You will bring forth a son who will be a universal ruler [Chakravartin]. If he should abandon earthly desires, and quit his kingdom and palace to become a religious teacher out of love for the world, he will become the Buddha, and give joy and immortality1 to all flesh."

Another portent is related in the Lalita Vistara :"The night on which the future Buddha entered his mother's womb, on that same night a huge white lotus, springing from the waters and parting the earth for sixty-eight millions of yoganas [a yogana is the day's march of an army, seven miles], rose up into the middle of the world of Brahma.
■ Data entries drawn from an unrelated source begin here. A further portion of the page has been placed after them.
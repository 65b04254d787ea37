package ingest

import (
	"fmt"
	"math"
	"strconv"
	"strings"
	"testing"

	"pgregory.net/rapid"
)

// The short way gives the bits of strconv.ParseFloat wherever it answers.
func FuzzDecimal(f *testing.F) {
	for _, s := range []string{"0", "-0", "1.5", "-89.9", "+1.00004975000E+005", "123456789012345", "1e22", "1e23", "1e-22", ".5", "5.", ".", "-", "1e", "1e+", "0.1e-21", "999999999999999e22", "0x10", "1_0", "1e00005", "1e0000000005", "99999999999999999999"} {
		f.Add(s)
	}
	f.Fuzz(func(t *testing.T, s string) {
		v, end, ok := decimal(s, 0)
		if !ok {
			return
		}
		want, err := strconv.ParseFloat(s[:end], 64)
		if err != nil || math.Float64bits(v) != math.Float64bits(want) {
			t.Errorf("decimal(%q) = %v of %q, ParseFloat gives %v, %v", s, v, s[:end], want, err)
		}
	})
}

func TestDecimalMatchesParseFloat(t *testing.T) {
	rapid.Check(t, func(t *rapid.T) {
		v := rapid.Float64().Draw(t, "v")
		format := rapid.SampledFrom([]byte{'e', 'f', 'g'}).Draw(t, "format")
		s := strconv.FormatFloat(v, format, rapid.IntRange(-1, 14).Draw(t, "digits"), 64)
		got, end, ok := decimal(s, 0)
		if !ok {
			return
		}
		if want, err := strconv.ParseFloat(s[:end], 64); err != nil || math.Float64bits(got) != math.Float64bits(want) {
			t.Fatalf("%q: %v, want %v", s, got, want)
		}
	})
}

// The plain way and the general way read the same: a quoted cell or another
// part of the file sends the rows of the second text the general way.
func TestPlainRowAgrees(t *testing.T) {
	for _, sep := range []string{",", ", ", ";", "\t", " , "} {
		var plain, general strings.Builder
		plain.WriteString("Range,Frequency (kHz),|Z| (mOhm),Phase (deg),Note\n")
		general.WriteString("Range,Frequency (kHz),|Z| (mOhm),Phase (deg),Note\n")
		for i := range 200 {
			row := fmt.Sprintf("3%s%.*g%s%.*E%s%.*f%s7\n", sep, 1+i%17, 0.1+float64(i)/3, sep, i%17, 1e5/float64(i+1), sep, i%12, -89.9+float64(i)/7, sep)
			plain.WriteString(row)
			general.WriteString(strings.Replace(row, "3", `"3"`, 1))
		}
		a := one(t, "a.csv", strings.Replace(plain.String(), "Range,Frequency (kHz),|Z| (mOhm),Phase (deg),Note", strings.ReplaceAll("Range,Frequency (kHz),|Z| (mOhm),Phase (deg),Note", ",", sep), 1), nil)
		b := one(t, "a.csv", strings.Replace(general.String(), "Range,Frequency (kHz),|Z| (mOhm),Phase (deg),Note", strings.ReplaceAll("Range,Frequency (kHz),|Z| (mOhm),Phase (deg),Note", ",", sep), 1), nil)
		if len(a.Freq) != len(b.Freq) || len(a.Freq) < 150 {
			t.Fatalf("%q: %d and %d points", sep, len(a.Freq), len(b.Freq))
		}
		for i := range a.Freq {
			if a.Freq[i] != b.Freq[i] || a.Z[i] != b.Z[i] {
				t.Fatalf("%q: point %d: %v %v and %v %v", sep, i, a.Freq[i], a.Z[i], b.Freq[i], b.Z[i])
			}
		}
	}
}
This lotus only the Guide of men and Brahma are able to perceive. All that there is of life and creative essence in the three thousand great thousand worlds [the Kosmos] is collected in the dewdrops of this mighty lotus. This essence, drained off in a cup of lapis lazuli, was given to the future Buddha to drink."

The lotus is a symbol of Mâyâ, the universal mother, and the creative essence is the Golden Germ of the Rig-Veda.

During the time that the future Buddha was in his mother's womb, her body was transparent, so that she

1 Amrita, Pâli amata, means "non-death." How Dr. Rhys Davids has transformed it into "death" may be seen in the "Hibbert Lectures," pp. 109 and 137.